def _pick_he(spec: xr.DataArray, band: tuple[float, float], resolution: float, notes: list[str]) -> int | None:
    """Index of the h/e peak (see the module docstring for the half-frequency rule)."""
    fr, amp = spec["frequency_per_T"].values, spec.values
    i = spectrum.peak_in_band(fr, amp, *band)
    if i is None:
        return None
    half = fr[i] / 2
    if half >= max(band[0], HALF_PEAK_MIN_PERIODS * resolution):
        j = spectrum.peak_in_band(fr, amp, max(band[0], half - 1.5 * resolution), half + 1.5 * resolution)
        floor = spectrum.noise_floor(spec, band[0], band[1], [fr[i], half], resolution)
        if j is not None and amp[j] >= HALF_PEAK_RATIO * amp[i] and amp[j] >= DETECTION_SNR * floor:
            notes.append(f"the strongest peak ({fr[i]:.4g} 1/T) is read as h/2e: a peak at half its frequency "
                         f"({fr[j]:.4g} 1/T) is {amp[j] / amp[i]:.2f} as high")
            return int(j)
    return i


# --- geometry of the result ---------------------------------------------------------------------------

def area_summary(period_T: float, period_uncertainty_T: float, options: AnalysisOptions) -> dict[str, Any]:
    """Enclosed area, equivalent circle and square, and the surface-state depth for the nominal section."""
    area = float(area_from_period_nm2(period_T))
    area_unc = area * period_uncertainty_T / period_T
    out: dict[str, Any] = {
        "area_nm2": area, "area_uncertainty_nm2": area_unc,
        "circle_diameter_nm": float(geometry.circle_diameter_nm(area)),
        "circle_diameter_uncertainty_nm": float(geometry.circle_diameter_nm(area)) * 0.5 * area_unc / area,
        "square_side_nm": float(geometry.square_side_nm(area)),
        "square_side_uncertainty_nm": float(geometry.square_side_nm(area)) * 0.5 * area_unc / area,
    }
    if options.shape is not None:
        w, t = options.width_nm, options.thickness
        depth = geometry.depth_from_area_nm(options.shape, w, t, area)
        d_lo = geometry.depth_from_area_nm(options.shape, w, t, area + area_unc)
        d_hi = geometry.depth_from_area_nm(options.shape, w, t, max(area - area_unc, 1e-9))
        from_period = 0.5 * abs(d_hi - d_lo)
        # nominal sizes (AFM/SEM) carry their own error: vary width and thickness independently
        su = options.size_uncertainty_nm
        from_size = 0.0
        if su > 0:
            dw = geometry.depth_from_area_nm(options.shape, w + su, t, area) - geometry.depth_from_area_nm(
                options.shape, w - su, t, area)
            dt = 0.0 if options.shape == "circle" else geometry.depth_from_area_nm(
                options.shape, w, t + su, area) - geometry.depth_from_area_nm(options.shape, w, t - su, area)
            from_size = 0.5 * float(np.hypot(dw, dt))
        out.update({
            "nominal": {"shape": options.shape, "width_nm": w, "thickness_nm": t, "size_uncertainty_nm": su,
                        "geometric_area_nm2": float(geometry.enclosed_area_nm2(options.shape, w, t, 0.0))},
            "depth_nm": depth, "depth_uncertainty_nm": float(np.hypot(from_period, from_size)),
            "depth_uncertainty_from_period_nm": from_period, "depth_uncertainty_from_size_nm": from_size,
        })
        if depth < 0:
            out["depth_note"] = ("the measured area exceeds the nominal cross-section: the nominal size is too "
                                 "small or the oscillation does not come from the surface of this section")
    return out


def loop_perimeter_nm(area_nm2: float, options: AnalysisOptions) -> tuple[float, str]:
    """Circumference of the interfering loop: given, from the nominal section at the fitted depth, or a circle."""
    if options.perimeter_nm is not None:
        return options.perimeter_nm, "--perimeter-nm"
    if options.shape is not None:
        w, t = options.width_nm, options.thickness
        depth = geometry.depth_from_area_nm(options.shape, w, t, area_nm2)
        if depth >= 0:
            return float(geometry.perimeter_nm(options.shape, w, t, depth)), \
                f"nominal {options.shape} at the fitted depth {depth:.3g} nm"
    return 2 * float(np.sqrt(np.pi * area_nm2)), "circle of the measured area (no nominal section given)"


# --- several curves -----------------------------------------------------------------------------------

@dataclass
class SeriesAnalysis(_Period):
    """Combined period of several curves and, for a temperature series, the coherence length."""

    curves: list[CurveAnalysis]
    frequency_per_T: float
    frequency_uncertainty_per_T: float
    consistency_chi2_per_dof: float | None
    temperature_K: np.ndarray | None = None
    amplitudes: np.ndarray | None = None               # (n_curves, 2) at the common frequency
    amplitude_uncertainties: np.ndarray | None = None
    detected: np.ndarray | None = None
    perimeter_nm: float | None = None
    perimeter_source: str = ""
    dephasing: DephasingFit | None = None
    harmonics_used: tuple[int, ...] = ()
    notes: list[str] = field(default_factory=list)


def combine(curves: list[CurveAnalysis], options: AnalysisOptions) -> SeriesAnalysis:
    """Weighted mean period of the curves with a detected h/e peak; L_phi(T) when temperatures differ.

    The combined frequency is the inverse-variance weighted mean; its uncertainty is scaled by
    (χ²/dof)^(1/2) when the curves disagree by more than their uncertainties. The amplitudes of the
    temperature series are refitted at the common frequency (bootstrap uncertainties, same blocks),
    and L_phi(T) is fitted (see :mod:`.temperature`) to the harmonics detected at two or more
    temperatures when at least three distinct temperatures are present.
    """
    good = [c for c in curves if c.harmonic(1).detected] or curves
    fr = np.array([c.frequency_per_T for c in good])
    sig = np.array([max(c.frequency_uncertainty_per_T, 1e-12 * c.frequency_per_T) for c in good])
    w = 1 / sig**2
    f_mean = float(np.sum(w * fr) / np.sum(w))
    f_unc = float(np.sqrt(1 / np.sum(w)))
    chi2 = None
    if len(good) > 1:
        chi2 = float(np.sum(w * (fr - f_mean) ** 2) / (len(good) - 1))
        f_unc *= max(1.0, np.sqrt(chi2))
    series = SeriesAnalysis(curves, f_mean, f_unc, chi2)
    temps = [c.metadata.get("temperature_K") for c in curves]
    if len(curves) < 3:
        if len(curves) == 2:
            series.notes.append("two curves: a coherence-length fit needs three or more temperatures")
        return series
    if any(not isinstance(t, (int, float)) for t in temps):
        series.notes.append("not every file has a temperature (header '# temperature_K = ...', the manifest or "
                            "--temperature-K); no coherence-length fit")
        return series
    t = np.asarray(temps, float)
    if np.unique(t).size < 3:
        series.notes.append("fewer than three distinct temperatures; no coherence-length fit")
        return series
    amps = np.empty((len(curves), 2))
    uncs = np.empty((len(curves), 2))
    det = np.empty((len(curves), 2), bool)
    rng = np.random.default_rng(options.seed)
    for i, c in enumerate(curves):
        fit = spectrum.fit_harmonics(c.field_T, c.oscillation, f_mean, (1, 2))
        _, boot_a = spectrum.bootstrap_fit(c.field_T, fit, options.n_bootstrap, c.block_points, rng, refine=False)
        amps[i] = fit.amplitudes
        uncs[i] = np.std(boot_a, axis=0, ddof=1)
        det[i] = fit.amplitudes >= DETECTION_SNR * c.noise_floor
    series.temperature_K, series.amplitudes, series.amplitude_uncertainties, series.detected = t, amps, uncs, det
    used = tuple(n for k, n in enumerate((1, 2)) if np.unique(t[det[:, k]]).size >= 2)
    if not used:
        series.notes.append("no harmonic is detected at two or more temperatures; no coherence-length fit")
        return series
    area = float(area_from_period_nm2(1 / f_mean))
    series.perimeter_nm, series.perimeter_source = loop_perimeter_nm(area, options)
    cols = [(1, 2).index(n) for n in used]
    series.harmonics_used = used
    series.dephasing = fit_dephasing(t, amps[:, cols], uncs[:, cols], series.perimeter_nm, used,
                                     options.lphi_exponent, det[:, cols])
    return series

## Aim of the task:
Collect from the data above every line that includes "amps".

## Response below:
    amps = np.empty((len(curves), 2))
        amps[i] = fit.amplitudes
    series.temperature_K, series.amplitudes, series.amplitude_uncertainties, series.detected = t, amps, uncs, det
    series.dephasing = fit_dephasing(t, amps[:, cols], uncs[:, cols], series.perimeter_nm, used,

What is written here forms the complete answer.